**Records for this exercise**:
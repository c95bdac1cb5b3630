// Every route of the OpenAPI document, called as each role, as a signed-in stranger and without
// a session. A route missing from the table fails the test, so new routes must state their rights.
import { afterAll, beforeAll, describe, expect, it } from "vitest";
import { randomUUID } from "node:crypto";
import request, { type Response } from "supertest";
import { and, eq } from "drizzle-orm";
import { STUDY_ROLES } from "../../shared/roles";
import { createTestApp, PASSWORD, uniqueEmail, type TestApp } from "../support/server";
import { memberships, notifications, studies, outcomeOverrides, runs, taxa, threadPosts, threads, traits } from "../../db/schema/index";
import { castOfRoles, EVERYONE, tokenAgent, type Cast, type Who } from "./fixtures";
import { codedImport, codedTaxon, codedTrait, uploadCsv } from "../support/traitTables";
import { MATRIX_LIST_MAPPING, matrixComparison, matrixModernSetup, matrixModernUpload } from "../support/modernComparison";
import { computeRunNow } from "../../server/services/runAnalysis";
import { commitOccurrences, MATRIX_OCCURRENCES, uploadOccurrences } from "../support/occurrences";

type Agent = Cast["anonymous"];
interface Row {
  /** Who gets a 2xx. Everyone else gets 401 (anonymous) or 403. "public" rows never answer 401/403. */
  allowed: Who[] | "public";
  /** Builds the request for one caller; a fresh study per call keeps destructive rows independent. */
  call: (agent: Agent, env: { studyId: string; cast: Cast; who: Who }) => PromiseLike<Response>;
  freshStudy?: boolean;
}

const SIGNED_IN: Who[] = ["stranger", ...STUDY_ROLES];
const MEMBERS: Who[] = [...STUDY_ROLES];
const OUTCOME_EDITORS: Who[] = ["owner", "coder", "analyst"];
const RUN_CREATORS: Who[] = ["owner", "analyst"];
const POSTERS: Who[] = ["owner", "coder", "analyst", "reviewer"];
const COMPARERS: Who[] = ["owner", "analyst"];

/** A binary trait and a few invented taxa across 66 Ma, and run parameters that test the trait. */
async function matrixRunStudy(studyId: string) {
  const [existing] = await app.ctx.db.select().from(traits).where(and(eq(traits.studyId, studyId), eq(traits.key, "environment")));
  if (existing) return { name: "Matrix run", boundaries: [{ boundaryMa: 66 }], traits: [{ traitId: existing.id }] };
  const [trait] = await app.ctx.db
    .insert(traits)
    .values({ studyId, key: "environment", label: "Environment", kind: "binary", states: [{ code: "marine", label: "Marine", order: 0 }, { code: "nonmarine", label: "Non-marine", order: 1 }] })
    .returning();
  await app.ctx.db.insert(taxa).values(
    Array.from({ length: 8 }, (_, i) => ({ studyId, name: `Matrixella ${i} ${randomUUID().slice(0, 4)}`, fadMa: 70, ladMa: i % 2 ? 67 : 60, traitValues: { [trait.id]: i % 3 ? "marine" : "nonmarine" } })),
  );
  return { name: "Matrix run", boundaries: [{ boundaryMa: 66 }], traits: [{ traitId: trait.id }] };
}

/** A stored run of the study, as a finished job would leave it. */
async function matrixRun(studyId: string, status: "succeeded" | "failed" = "succeeded") {
  const params = await matrixRunStudy(studyId);
  const [run] = await app.ctx.db
    .insert(runs)
    .values({
      studyId,
      name: "Matrix run",
      status,
      params: { ...params, stratifyBy: "higherTaxon", correction: "bh", forceFirth: false, level: 0.95, confoundingThreshold: 0.1 },
      appVersion: "0.0.0",
      results: status === "succeeded" ? { boundaries: [], traits: [], cautions: [] } : null,
      error: status === "failed" ? "Matrix failure" : null,
    })
    .returning();
  return run;
}

/** A run of the study computed from its data (as the demo seed computes its runs), for rows that re-read that data. */
async function matrixComputedRun(studyId: string) {
  const params = await matrixRunStudy(studyId);
  const [owner] = await app.ctx.db.select().from(memberships).where(and(eq(memberships.studyId, studyId), eq(memberships.role, "owner")));
  const { services } = app.ctx;
  const sources = { outcomes: services.outcomes, traits: services.traits };
  return computeRunNow(app.ctx.db, sources, studyId, { id: owner.userId }, { ...params, stratifyBy: "higherTaxon", correction: "bh", forceFirth: false, level: 0.95, confoundingThreshold: 0.1 });
}

/** A new invented taxon in the study, for rows that need one to act on. */
async function matrixTaxon(studyId: string) {
  const [taxon] = await app.ctx.db.insert(taxa).values({ studyId, name: `Matrixella ${randomUUID().slice(0, 8)}`, fadMa: 70, ladMa: 67 }).returning();
  return taxon;
}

**Directions**:
Give again, word for word, every line of the listing above from the one with "leave it. */" to the one with "[], cautions: []", both inclusive, and nothing beyond them.

**Solution to the exercise**:
/** A stored run of the study, as a finished job would leave it. */
async function matrixRun(studyId: string, status: "succeeded" | "failed" = "succeeded") {
  const params = await matrixRunStudy(studyId);
  const [run] = await app.ctx.db
    .insert(runs)
    .values({
      studyId,
      name: "Matrix run",
      status,
      params: { ...params, stratifyBy: "higherTaxon", correction: "bh", forceFirth: false, level: 0.95, confoundingThreshold: 0.1 },
      appVersion: "0.0.0",
      results: status === "succeeded" ? { boundaries: [], traits: [], cautions: [] } : null,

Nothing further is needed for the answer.